■ Task prompt ■
Your answer must be an exact repetition of every record.

■ Data in this exercise ■

===============

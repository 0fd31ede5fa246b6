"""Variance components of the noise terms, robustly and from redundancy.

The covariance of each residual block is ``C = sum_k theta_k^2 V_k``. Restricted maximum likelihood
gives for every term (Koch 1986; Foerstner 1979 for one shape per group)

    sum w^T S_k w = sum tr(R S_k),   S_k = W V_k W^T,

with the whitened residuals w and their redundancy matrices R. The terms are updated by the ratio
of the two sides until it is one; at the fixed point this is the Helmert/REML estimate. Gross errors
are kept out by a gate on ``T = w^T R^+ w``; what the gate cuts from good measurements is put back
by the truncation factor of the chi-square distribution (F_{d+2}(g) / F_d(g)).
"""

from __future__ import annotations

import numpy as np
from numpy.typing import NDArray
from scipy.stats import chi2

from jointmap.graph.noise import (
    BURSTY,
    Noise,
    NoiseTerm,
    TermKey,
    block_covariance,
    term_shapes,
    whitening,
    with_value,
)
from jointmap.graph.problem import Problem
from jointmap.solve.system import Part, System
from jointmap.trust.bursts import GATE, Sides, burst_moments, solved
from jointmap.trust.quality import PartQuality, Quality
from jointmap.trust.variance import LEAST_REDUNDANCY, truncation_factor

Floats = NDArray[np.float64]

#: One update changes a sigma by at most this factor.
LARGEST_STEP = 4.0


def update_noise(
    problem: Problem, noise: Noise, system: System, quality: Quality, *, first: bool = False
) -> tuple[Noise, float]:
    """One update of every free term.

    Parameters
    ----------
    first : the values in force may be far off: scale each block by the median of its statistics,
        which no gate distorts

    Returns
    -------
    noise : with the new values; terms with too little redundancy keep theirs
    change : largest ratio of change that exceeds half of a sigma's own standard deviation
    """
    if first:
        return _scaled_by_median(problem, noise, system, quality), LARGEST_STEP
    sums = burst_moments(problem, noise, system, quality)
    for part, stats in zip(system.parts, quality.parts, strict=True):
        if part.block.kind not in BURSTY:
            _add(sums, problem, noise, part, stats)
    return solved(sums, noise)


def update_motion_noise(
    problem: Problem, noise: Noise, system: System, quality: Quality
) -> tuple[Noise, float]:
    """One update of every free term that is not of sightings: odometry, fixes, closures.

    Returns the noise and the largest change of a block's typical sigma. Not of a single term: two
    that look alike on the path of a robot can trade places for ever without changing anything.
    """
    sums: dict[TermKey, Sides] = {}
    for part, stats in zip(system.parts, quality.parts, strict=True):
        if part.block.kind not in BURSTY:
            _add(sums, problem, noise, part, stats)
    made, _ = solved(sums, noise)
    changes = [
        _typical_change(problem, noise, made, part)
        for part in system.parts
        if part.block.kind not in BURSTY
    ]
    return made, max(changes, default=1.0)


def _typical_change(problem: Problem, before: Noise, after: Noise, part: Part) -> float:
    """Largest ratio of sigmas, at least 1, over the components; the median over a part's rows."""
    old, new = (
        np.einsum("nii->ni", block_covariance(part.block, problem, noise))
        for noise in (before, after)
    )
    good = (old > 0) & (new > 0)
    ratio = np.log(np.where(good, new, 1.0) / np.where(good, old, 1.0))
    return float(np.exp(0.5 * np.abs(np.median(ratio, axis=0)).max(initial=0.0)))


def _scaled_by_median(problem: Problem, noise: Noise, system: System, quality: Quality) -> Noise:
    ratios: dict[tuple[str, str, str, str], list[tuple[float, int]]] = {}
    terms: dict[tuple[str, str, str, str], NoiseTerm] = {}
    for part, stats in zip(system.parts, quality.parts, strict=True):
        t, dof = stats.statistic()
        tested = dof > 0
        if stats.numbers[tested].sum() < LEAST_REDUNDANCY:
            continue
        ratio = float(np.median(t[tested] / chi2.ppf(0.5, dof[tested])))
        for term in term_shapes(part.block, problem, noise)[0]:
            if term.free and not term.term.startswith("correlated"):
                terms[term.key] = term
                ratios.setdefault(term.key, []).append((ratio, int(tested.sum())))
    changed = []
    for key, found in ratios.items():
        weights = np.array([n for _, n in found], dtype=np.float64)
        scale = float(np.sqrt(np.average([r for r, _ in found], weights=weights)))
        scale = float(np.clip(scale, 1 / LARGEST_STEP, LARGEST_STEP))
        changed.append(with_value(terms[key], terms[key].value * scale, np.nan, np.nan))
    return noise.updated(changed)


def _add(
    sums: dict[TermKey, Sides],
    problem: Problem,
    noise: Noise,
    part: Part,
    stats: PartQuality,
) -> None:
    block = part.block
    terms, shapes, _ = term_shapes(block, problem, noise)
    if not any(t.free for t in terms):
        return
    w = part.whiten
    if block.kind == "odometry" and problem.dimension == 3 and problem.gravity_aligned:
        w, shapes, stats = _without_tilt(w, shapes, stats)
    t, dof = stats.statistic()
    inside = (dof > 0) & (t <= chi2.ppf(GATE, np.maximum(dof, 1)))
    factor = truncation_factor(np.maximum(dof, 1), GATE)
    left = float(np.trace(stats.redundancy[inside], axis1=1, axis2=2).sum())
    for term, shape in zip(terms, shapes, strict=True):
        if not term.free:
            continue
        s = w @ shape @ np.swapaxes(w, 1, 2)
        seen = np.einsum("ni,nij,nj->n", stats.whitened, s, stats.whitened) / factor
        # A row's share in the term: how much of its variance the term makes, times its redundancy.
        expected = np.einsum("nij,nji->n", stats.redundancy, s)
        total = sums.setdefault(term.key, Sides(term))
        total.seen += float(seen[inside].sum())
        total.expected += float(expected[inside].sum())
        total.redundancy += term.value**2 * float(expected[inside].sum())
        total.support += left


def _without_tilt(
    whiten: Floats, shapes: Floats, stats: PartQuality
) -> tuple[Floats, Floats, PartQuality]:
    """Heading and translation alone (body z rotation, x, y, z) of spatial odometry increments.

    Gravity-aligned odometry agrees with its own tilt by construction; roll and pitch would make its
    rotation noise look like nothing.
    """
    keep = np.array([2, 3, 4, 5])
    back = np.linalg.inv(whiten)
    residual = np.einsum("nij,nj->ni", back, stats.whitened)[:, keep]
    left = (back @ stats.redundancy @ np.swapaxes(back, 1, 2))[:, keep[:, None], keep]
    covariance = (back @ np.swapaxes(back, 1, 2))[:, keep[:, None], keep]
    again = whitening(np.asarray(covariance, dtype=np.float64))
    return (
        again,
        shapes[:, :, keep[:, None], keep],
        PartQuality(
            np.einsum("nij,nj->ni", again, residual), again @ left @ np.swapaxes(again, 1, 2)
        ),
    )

===============

■ Exercise output ■
repository 0fd31ede5fa246b6
"""Variance components of the noise terms, robustly and from redundancy.

The covariance of each residual block is ``C = sum_k theta_k^2 V_k``. Restricted maximum likelihood
gives for every term (Koch 1986; Foerstner 1979 for one shape per group)

    sum w^T S_k w = sum tr(R S_k),   S_k = W V_k W^T,

with the whitened residuals w and their redundancy matrices R. The terms are updated by the ratio
of the two sides until it is one; at the fixed point this is the Helmert/REML estimate. Gross errors
are kept out by a gate on ``T = w^T R^+ w``; what the gate cuts from good measurements is put back
by the truncation factor of the chi-square distribution (F_{d+2}(g) / F_d(g)).
"""

from __future__ import annotations

import numpy as np
from numpy.typing import NDArray
from scipy.stats import chi2

from jointmap.graph.noise import (
    BURSTY,
    Noise,
    NoiseTerm,
    TermKey,
    block_covariance,
    term_shapes,
    whitening,
    with_value,
)
from jointmap.graph.problem import Problem
from jointmap.solve.system import Part, System
from jointmap.trust.bursts import GATE, Sides, burst_moments, solved
from jointmap.trust.quality import PartQuality, Quality
from jointmap.trust.variance import LEAST_REDUNDANCY, truncation_factor

Floats = NDArray[np.float64]

#: One update changes a sigma by at most this factor.
LARGEST_STEP = 4.0


def update_noise(
    problem: Problem, noise: Noise, system: System, quality: Quality, *, first: bool = False
) -> tuple[Noise, float]:
    """One update of every free term.

    Parameters
    ----------
    first : the values in force may be far off: scale each block by the median of its statistics,
        which no gate distorts

    Returns
    -------
    noise : with the new values; terms with too little redundancy keep theirs
    change : largest ratio of change that exceeds half of a sigma's own standard deviation
    """
    if first:
        return _scaled_by_median(problem, noise, system, quality), LARGEST_STEP
    sums = burst_moments(problem, noise, system, quality)
    for part, stats in zip(system.parts, quality.parts, strict=True):
        if part.block.kind not in BURSTY:
            _add(sums, problem, noise, part, stats)
    return solved(sums, noise)


def update_motion_noise(
    problem: Problem, noise: Noise, system: System, quality: Quality
) -> tuple[Noise, float]:
    """One update of every free term that is not of sightings: odometry, fixes, closures.

    Returns the noise and the largest change of a block's typical sigma. Not of a single term: two
    that look alike on the path of a robot can trade places for ever without changing anything.
    """
    sums: dict[TermKey, Sides] = {}
    for part, stats in zip(system.parts, quality.parts, strict=True):
        if part.block.kind not in BURSTY:
            _add(sums, problem, noise, part, stats)
    made, _ = solved(sums, noise)
    changes = [
        _typical_change(problem, noise, made, part)
        for part in system.parts
        if part.block.kind not in BURSTY
    ]
    return made, max(changes, default=1.0)


def _typical_change(problem: Problem, before: Noise, after: Noise, part: Part) -> float:
    """Largest ratio of sigmas, at least 1, over the components; the median over a part's rows."""
    old, new = (
        np.einsum("nii->ni", block_covariance(part.block, problem, noise))
        for noise in (before, after)
    )
    good = (old > 0) & (new > 0)
    ratio = np.log(np.where(good, new, 1.0) / np.where(good, old, 1.0))
    return float(np.exp(0.5 * np.abs(np.median(ratio, axis=0)).max(initial=0.0)))


def _scaled_by_median(problem: Problem, noise: Noise, system: System, quality: Quality) -> Noise:
    ratios: dict[tuple[str, str, str, str], list[tuple[float, int]]] = {}
    terms: dict[tuple[str, str, str, str], NoiseTerm] = {}
    for part, stats in zip(system.parts, quality.parts, strict=True):
        t, dof = stats.statistic()
        tested = dof > 0
        if stats.numbers[tested].sum() < LEAST_REDUNDANCY:
            continue
        ratio = float(np.median(t[tested] / chi2.ppf(0.5, dof[tested])))
        for term in term_shapes(part.block, problem, noise)[0]:
            if term.free and not term.term.startswith("correlated"):
                terms[term.key] = term
                ratios.setdefault(term.key, []).append((ratio, int(tested.sum())))
    changed = []
    for key, found in ratios.items():
        weights = np.array([n for _, n in found], dtype=np.float64)
        scale = float(np.sqrt(np.average([r for r, _ in found], weights=weights)))
        scale = float(np.clip(scale, 1 / LARGEST_STEP, LARGEST_STEP))
        changed.append(with_value(terms[key], terms[key].value * scale, np.nan, np.nan))
    return noise.updated(changed)


def _add(
    sums: dict[TermKey, Sides],
    problem: Problem,
    noise: Noise,
    part: Part,
    stats: PartQuality,
) -> None:
    block = part.block
    terms, shapes, _ = term_shapes(block, problem, noise)
    if not any(t.free for t in terms):
        return
    w = part.whiten
    if block.kind == "odometry" and problem.dimension == 3 and problem.gravity_aligned:
        w, shapes, stats = _without_tilt(w, shapes, stats)
    t, dof = stats.statistic()
    inside = (dof > 0) & (t <= chi2.ppf(GATE, np.maximum(dof, 1)))
    factor = truncation_factor(np.maximum(dof, 1), GATE)
    left = float(np.trace(stats.redundancy[inside], axis1=1, axis2=2).sum())
    for term, shape in zip(terms, shapes, strict=True):
        if not term.free:
            continue
        s = w @ shape @ np.swapaxes(w, 1, 2)
        seen = np.einsum("ni,nij,nj->n", stats.whitened, s, stats.whitened) / factor
        # A row's share in the term: how much of its variance the term makes, times its redundancy.
        expected = np.einsum("nij,nji->n", stats.redundancy, s)
        total = sums.setdefault(term.key, Sides(term))
        total.seen += float(seen[inside].sum())
        total.expected += float(expected[inside].sum())
        total.redundancy += term.value**2 * float(expected[inside].sum())
        total.support += left


def _without_tilt(
    whiten: Floats, shapes: Floats, stats: PartQuality
) -> tuple[Floats, Floats, PartQuality]:
    """Heading and translation alone (body z rotation, x, y, z) of spatial odometry increments.

    Gravity-aligned odometry agrees with its own tilt by construction; roll and pitch would make its
    rotation noise look like nothing.
    """
    keep = np.array([2, 3, 4, 5])
    back = np.linalg.inv(whiten)
    residual = np.einsum("nij,nj->ni", back, stats.whitened)[:, keep]
    left = (back @ stats.redundancy @ np.swapaxes(back, 1, 2))[:, keep[:, None], keep]
    covariance = (back @ np.swapaxes(back, 1, 2))[:, keep[:, None], keep]
    again = whitening(np.asarray(covariance, dtype=np.float64))
    return (
        again,
        shapes[:, :, keep[:, None], keep],
        PartQuality(
            np.einsum("nij,nj->ni", again, residual), again @ left @ np.swapaxes(again, 1, 2)
        ),
    )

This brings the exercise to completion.